Problem. Given an unsorted array nums, return the length of the longest run of consecutive integers (e.g. [100,4,200,1,3,2] → 4, the run 1,2,3,4). Required: O(n) time.
The tempting wrong answer — sort
Sorting and scanning for runs is O(n log n) and easy, but it explicitly violates the O(n) requirement. The interviewer asks for O(n) precisely to push you off sorting and onto a hash set.
Brute force — O(n³)
For each value, keep probing x+1, x+2, … by linearly scanning the array for each. Cubic. Useless except as a baseline.
Optimal — HashSet, count only from sequence starts — O(n)
Put everything in a HashSet for O(1) membership. The key trick: only begin counting a run at its start, i.e. a value x for which x-1 is not in the set. From a true start, walk x+1, x+2, … upward.
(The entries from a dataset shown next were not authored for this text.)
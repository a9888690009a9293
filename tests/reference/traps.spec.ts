import { describe, expect, it } from 'vitest';
import { companionMachine } from './support/companion-machine';
import { runStudy, type StudyDraft } from './support/run-study';
import { expectLargest, expectSmallest } from './support/two-sided';

/** m q″ + c q′ + q with a damping that is an expression in m. */
const damped = (damping: string, payload: object): StudyDraft => ({
  machine: { coordinates: ['q'], mass: [['m']], damping: [[damping]], stiffness: [[1]] },
  parameters: [{ id: 'm', minimum: 0, ...payload }],
  payload: 'm',
});

describe('a narrow pocket of failing payloads', () => {
  // Derived: unstable exactly where the damping is negative, within 0.1 kg of the centre.
  it.each([63.7, 101.25, 118.048, 187.3])('of ±0.1 kg around %d kg is found', (centre) => {
    const study = damped(`0.5*((m - ${centre})^2 - 0.01)`, { nominal: 60, low: 60, high: 200 });
    const { largestPayload, bands } = runStudy({ ...study, searchUpTo: 400 });
    expectLargest(largestPayload, centre - 0.1, 60);
    expect(largestPayload?.failsAt).toBeLessThan(centre + 0.1);
    expect(bands).toMatchObject({ verdict: 'fails', requirement: 'stability' });
    expect(Math.abs((bands.witness?.m ?? NaN) - centre)).toBeLessThan(0.1);
  });

  it('is found below the nominal payload too', () => {
    const study = damped('0.5*((m - 81.3)^2 - 0.01)', { nominal: 200, low: 150, high: 250 });
    const { smallestPayload, largestPayload, bands } = runStudy({
      ...study,
      searchUpTo: 400,
      searchDownTo: 50,
    });
    expectSmallest(smallestPayload, 81.4, 200);
    expect(smallestPayload?.failsAt).toBeGreaterThan(81.2);
    expect(largestPayload).toMatchObject({ provedTo: 400, failsAt: null });
    expect(bands).toEqual({ verdict: 'holds', proof: 'proved' });
  });
});

describe('a pocket so narrow that rounding could hide it', () => {
  // Derived: unstable within 1e−6 kg of the centre. A fixed guard against rounding "proves" the whole range.
  const centres = Array.from({ length: 40 }, (_, i) => 61.048 + (137.9 / 39) * i);

  it.each(centres)('is never proved across, around %d kg', (centre) => {
    const study = damped(`0.5*((m - ${centre})^2 - 1e-12)`, { nominal: 60, low: 60, high: 200 });
    const { largestPayload, bands } = runStudy({ ...study, searchUpTo: 200, searchDownTo: 60 });
    expect(largestPayload?.provedTo).toBeLessThanOrEqual(centre - 1e-6);
    expect(largestPayload?.provedTo).toBeGreaterThan(60);
    expect(bands.verdict).not.toBe('holds');
    const failing = largestPayload?.failsAt ?? null;
    if (failing !== null) expect(Math.abs(failing - centre)).toBeLessThan(1e-6);
    else expect(largestPayload).toMatchObject({ undecided: true });
  });

  it('is proved past where it is only nearly one', () => {
    // Derived: the damping is at least 5e−7 at every payload.
    const study = damped('0.5*((m - 118.048)^2 + 1e-6)', { nominal: 60, low: 60, high: 200 });
    const { largestPayload, bands } = runStudy({ ...study, searchUpTo: 200 });
    expect(largestPayload).toMatchObject({ provedTo: 200, failsAt: null });
    expect(bands).toEqual({ verdict: 'holds', proof: 'proved' });
  });
});

describe('an integral gain of 1e−14', () => {
  const run = (ki: number) =>
    runStudy({
      machine: { template: 'mass-spring-damper' },
      parameters: [
        { id: 'm', nominal: 5, low: 1, high: 10, minimum: 0 },
        { id: 'm0', nominal: 1 },
        { id: 'k', nominal: 100, low: 80, high: 120 },
        { id: 'c', nominal: 2 },
      ],
      control: { law: 'pid', input: 'u', output: 'q', kp: 400, ki, kd: 40, derivativeTime: 0 },
      payload: 'm',
      searchUpTo: 50,
    });

  it('is stable, and proved so', () => {
    // Derived: m s³ + 42 s² + 500 s + Ki has all roots in the left half plane for 0 < Ki < 42·500/m (Routh).
    const { nominal, bands, largestPayload } = run(1e-14);
    expect(nominal.stable).toBe(true);
    expect(nominal.decayRate).toBeGreaterThanOrEqual(0);
    expect(bands).toEqual({ verdict: 'holds', proof: 'proved' });
    expect(largestPayload).toMatchObject({ provedTo: 50, failsAt: null });
  });

  it('with the other sign is unstable', () => {
    // Derived: the constant coefficient is negative.
    const { nominal, bands, largestPayload, bandStretch } = run(-1e-14);
    expect(nominal).toMatchObject({ stable: false, phaseMargin: null });
    expect(nominal.decayRate).toBeLessThanOrEqual(0);
    expect(bands).toMatchObject({ verdict: 'fails', requirement: 'stability' });
    expect(largestPayload).toMatchObject({ provedTo: null, failsAt: 5 });
    expect(bandStretch).toMatchObject({ provedTo: null, failsAt: 0 });
  });
});

describe('an island of radius 0', () => {
  it('leaves the payload undecided from the point it touches on', () => {
    // Derived: stable everywhere but at 120 kg, where the poles lie on the axis.
    const study = damped('0.5*(m - 120)^2', { nominal: 60, low: 50, high: 200 });
    const { largestPayload, bands, smallestPayload } = runStudy({ ...study, searchUpTo: 400 });
    expect(largestPayload).toMatchObject({ failsAt: null, undecided: true, proof: 'proved' });
    expect(largestPayload?.provedTo).toBeGreaterThan(119.99);
    expect(largestPayload?.provedTo).toBeLessThanOrEqual(120);
    expect(largestPayload?.openShare).toBeGreaterThan(0);
    expect(bands).toMatchObject({ verdict: 'undecided', proof: 'proved' });
    expect(smallestPayload).toMatchObject({ failsAt: null });
  });
});

describe('a mass matrix that is singular in the wider range only', () => {
  const machine = {
    coordinates: ['q1', 'q2'],
    mass: [
      [2, 'm'],
      ['m', 8],
    ],
    damping: [
      [1, 0],
      [0, 1],
    ],
    stiffness: [
      [3, -1],
      [-1, 2],
    ],
  };
  // Derived: det M = 16 − m², and below it M, damping and stiffness are positive definite.
  const { largestPayload, bandStretch, bands } = runStudy({
    machine,
    parameters: [{ id: 'm', nominal: 1, low: 0.5, high: 2 }],
    payload: 'm',
    searchUpTo: 20,
  });

  it('limits the payload by a pole that leaves through infinity', () => {
    expectLargest(largestPayload, 4, 1);
    expect(largestPayload).toMatchObject({
      requirement: 'stability',
      frequency: null,
      reason: 'a pole leaves through infinity',
    });
  });

  it('limits the band stretch in the same way, and the bands hold', () => {
    expectLargest(bandStretch, 3);
    expect(bandStretch).toMatchObject({
      requirement: 'stability',
      frequency: null,
      reason: 'a pole leaves through infinity',
    });
    expect(bands).toEqual({ verdict: 'holds', proof: 'proved' });
  });

  it('counts as stability under a stricter requirement too', () => {
    // Derived: the fast pole that goes to −∞ meets any decay rate; the slow ones keep well above 0.01 1/s.
    const stricter = runStudy({
      machine,
      parameters: [{ id: 'm', nominal: 1, low: 0.5, high: 2 }],
      payload: 'm',
      searchUpTo: 20,
      requirements: [{ measure: 'decayRate', atLeast: 0.01 }],
    });
    expectLargest(stricter.largestPayload, 4, 1);
    expect(stricter.largestPayload).toMatchObject({ requirement: 'stability', frequency: null });
  });
});

describe('failing where the searches start', () => {
  const machine = companionMachine([1, 'a2', 'a1', 'K']);
  const exact = [
    { id: 'a2', nominal: 2 },
    { id: 'a1', nominal: 3 },
  ];

  it('at the nominal point leaves nothing proved', () => {
    // Derived: stable if and only if 0 < K < a1·a2 = 6.
    const result = runStudy({
      machine,
      parameters: [...exact, { id: 'K', nominal: 7, low: 5, high: 8 }],
      payload: 'K',
    });
    expect(result.nominal).toMatchObject({ stable: false, gainMargin: null, modulusMargin: null });
    expect(result.largestPayload).toMatchObject({ provedTo: null, failsAt: 7, requirement: 'stability' });
    expect(result.smallestPayload).toMatchObject({ provedTo: null, failsAt: 7 });
    expect(result.bandStretch).toMatchObject({ provedTo: null, failsAt: 0, witness: { K: 7 } });
    expect(result.bands).toMatchObject({ verdict: 'fails', witness: { K: 8 } });
  });

  it('with a requirement below its limit at the nominal point leaves nothing proved', () => {
    const result = runStudy({
      machine,
      parameters: [...exact, { id: 'K', nominal: 3, low: 2, high: 4 }],
      payload: 'K',
      requirements: [{ measure: 'decayRate', atLeast: 5 }],
    });
    expect(result.nominal.stable).toBe(true);
    expect(result.largestPayload).toMatchObject({ provedTo: null, failsAt: 3, requirement: 'decayRate' });
    expect(result.bandStretch).toMatchObject({ provedTo: null, failsAt: 0, requirement: 'decayRate' });
  });

  it('in a corner of the other bands leaves no payload proved, though the bands can shrink', () => {
    // Derived: at a1 = 1.5, a2 = 1 the limit is K = 1.5, below the nominal 2; the stretch k has
    // (2 − k)(3 − 1.5k) = 2 + 0.5k.
    const result = runStudy({
      machine,
      parameters: [
        { id: 'a2', nominal: 2, low: 1, high: 3 },
        { id: 'a1', nominal: 3, low: 1.5, high: 4.5 },
        { id: 'K', nominal: 2, low: 1.5, high: 2.5 },
      ],
      payload: 'K',
    });
    expect(result.nominal.stable).toBe(true);
    expect(result.largestPayload).toMatchObject({ provedTo: null, failsAt: 2, requirement: 'stability' });
    expect(result.smallestPayload).toMatchObject({ provedTo: null, failsAt: 2 });
    expectLargest(result.bandStretch, (6.5 - Math.sqrt(6.5 * 6.5 - 4 * 1.5 * 4)) / 3);
    expect(result.bands.verdict).toBe('fails');
  });

  it('only in the midst of the other bands is found as well', () => {
    // Derived: with a2 = 1.5 (q − 1)² + 1/2 the limit a1·a2 is least inside the band of q, 1.5 < K there.
    const result = runStudy({
      machine: companionMachine([1, '1.5*(q - 1)^2 + 0.5', 3, 'K']),
      parameters: [
        { id: 'q', nominal: 0, low: -0.5, high: 2.5 },
        { id: 'K', nominal: 2, low: 1.9, high: 2.1 },
      ],
      payload: 'K',
    });
    expect(result.nominal.stable).toBe(true);
    expect(result.largestPayload).toMatchObject({ provedTo: null, failsAt: 2 });
    expect(result.bands.verdict).toBe('fails');
  });
});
int longestConsecutive(int[] nums) {
Set<Integer> set = new HashSet<>();
for (int n : nums) set.add(n); // dedup + O(1) lookups
int best = 0;
for (int n : set) {
if (set.contains(n - 1)) continue; // not a start; skip
int length = 1;
int current = n;
while (set.contains(current + 1)) { // walk the run upward
current++;
length++;
}
best = Math.max(best, length);
}
return best;
}Why it's O(n), not O(n²)
The inner while looks nested, but the set.contains(n - 1) guard means we only enter it from the smallest element of each run. Every element is therefore visited by the inner loop at most once across the entire execution. Total work is O(n) set operations. Iterating set (not nums) also dedups, so duplicates don't inflate the count.